Lahore - Taj Company Underpass Bridge is almost twenty feet high: a magnificent vantage point over the old city of Lahore. Take a U- turn from Niazi Adda towards the city and there it is, the first Lahori welcome for travellers coming in from Sheikhupura.
But Monday night’s blast in a fruit truck parked in a parking lot – about 60 feet away – was so great that the high bridge is scattered with debris from the blast site. Two people lost their lives while 40 others were injured. People coming in from Sheikhpura city or from areas like Sherakot or Bund Road wandered the high bridge at rush hour on Tuesday morning. From that height, the blast site, its huge dark crater surrounded by a security cordon, was easily visible.
A mini-truck loaded with gas cylinders and another covered vehicle were parked by the main gate near the blast site where police officials now roamed. They seemed unfazed by the other vehicles.

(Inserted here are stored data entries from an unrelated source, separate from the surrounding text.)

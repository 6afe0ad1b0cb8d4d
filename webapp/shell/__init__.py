"""The app shell: the unit preference, the offline page and the service worker.

The service worker caches the calculator pages (from the calculator registry)
and the static files, so the installed app opens at once and still opens when
the shop network drops.
"""

from __future__ import annotations

from functools import lru_cache

import rjsmin
from flask import Blueprint, make_response, redirect, render_template, request

from calc.display import SYSTEMS
from webapp.calculators import PAGES
from webapp.common.assets import ONE_YEAR, asset, build_version, compressed_forms
from webapp.common.preference import UNITS_COOKIE, current_system
from webapp.common.security import worker_script
from webapp.common.urls import safe_next
from webapp.shell.offline_data import offline_bundle, offline_document

bp = Blueprint("shell", __name__)

# The static files the worker keeps when it installs: what every page of the
# shell links (the page has just loaded them, so they come from the browser's
# cache, not over the wire). Any other static file is kept when first used
# (``print.css``, which only the Job ink pages link, for printing).
STATIC_FILES = (
    "vendor/htmx-2.0.11.min.js",
    "css/inkfilm.css",
    "js/inkfilm.js",
    "inkfilm.webmanifest",
    "icons/inkfilm.svg",
)


def shell_pages() -> list[str]:
    """The pages the installed app opens without the server (once fetched)."""
    return [spec.path for spec in PAGES] + ["/offline", "/outbox"]


def precached_pages() -> list[str]:
    """The pages the app fetches when it installs: the quick ones and the offline page.

    The other calculator pages are kept in the cache when first opened, so the
    first load stays within its budget however many calculators there are; so
    is ``/outbox`` (until then the offline page lists the waiting saves).
    """
    return [spec.path for spec in PAGES if spec.precache] + ["/offline"]


def offline_calc_url() -> str:
    """The phone's offline code with its data (one script, versioned by its content)."""
    return f"/offline-calc.js?v={offline_bundle().version}"


@bp.app_context_processor
def unit_preference() -> dict:
    return {"unit_system": current_system()}


@bp.post("/units")
def set_units():
    """Remember metric or imperial on this device (a cookie), then go back (plain form post)."""
    system = request.form.get("system", "metric")
    response = redirect(safe_next(request.form.get("next")), code=303)
    if system in SYSTEMS:
        response.set_cookie(UNITS_COOKIE, system, max_age=ONE_YEAR, samesite="Lax", httponly=False)
    return response


@bp.get("/offline")
def offline():
    return render_template("offline.html")


@bp.get("/offline-data.json")
def offline_data():
    """What the phone needs to work out the converter and the film chain itself (see offline_data.py)."""
    response = make_response(offline_document()[0])
    response.mimetype = "application/json"
    response.headers["Cache-Control"] = "no-cache"
    return response


@bp.get("/offline-calc.js")
def offline_calc():
    """The offline code and document in one script for the worker to import (see offline_data.py)."""
    bundle = offline_bundle()
    response = _script(bundle.body, bundle.encoded)
    if request.args.get("v") == bundle.version:
        response.headers["Cache-Control"] = f"public, max-age={ONE_YEAR}, immutable"
    else:
        response.headers["Cache-Control"] = "no-cache"
    return response


def _script(body: bytes, encoded: dict[str, bytes]):
    """A script in the best of its compressed forms the browser takes."""
    accepted = request.accept_encodings
    encoding = next((name for name in ("br", "gzip") if accepted[name] and name in encoded), None)
    response = make_response(encoded[encoding] if encoding else body)
    response.mimetype = "text/javascript"
    if encoding:
        response.headers["Content-Encoding"] = encoding
    response.vary.add("Accept-Encoding")
    return response


@lru_cache(maxsize=4)
def _worker_body(version: str, shell: tuple, pages: tuple, offline_calc: str) -> tuple[bytes, dict[str, bytes]]:
    """The worker's script of a build, without comments and spaces, and compressed once:
    it is the same for every request of a build, and part of every first load."""
    body = render_template(
        "sw.js", version=version, shell=list(shell), shell_pages=list(pages), offline_calc=offline_calc
    )
    body = rjsmin.jsmin(body).encode("utf-8")
    return body, compressed_forms(body)


@bp.get("/sw.js")
def service_worker():
    shell = tuple(precached_pages() + [asset(name) for name in STATIC_FILES])
    body, encoded = _worker_body(build_version(), shell, tuple(shell_pages()), offline_calc_url())
    response = worker_script(_script(body, encoded))
    response.headers["Cache-Control"] = "no-cache"
    # The browser checks the worker for a new build on navigations: unchanged, that is a 304.
    response.add_etag()
    return response.make_conditional(request)


def init_app(app) -> None:
    app.register_blueprint(bp)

“It was 9 pm and suddenly the light went off,” said Riaz Ahmad, a lawyer’s assistant who lives near Mian Munshi Hospital.
“We heard a huge bang and outside there was nothing but smoke and crying people,” he said.
Ayub, 19, said, “I rushed to the scene after the blast and it was dark everywhere,” he said. “We were unable to locate the injured or to help them go to the hospital, because we couldn’t see anything.”
Muhammad Pervez, a security guard who had been positioned at the parking lot before the explosives went off said he was in such shock that he couldn’t remember the name of a colleague.
“I asked one of the other guards why this truck had been parked here for the last six days. I asked him who the owner was and he only told me it was a pathan from Swat,” he said.
According to Pervez, the pathan came Monday morning at 4 am and told them that he had lost his parking token during a police search in the city. Then he left without taking his truck out of the parking stand. “I don’t remember anything but a huge bang and then the darkness,” he said.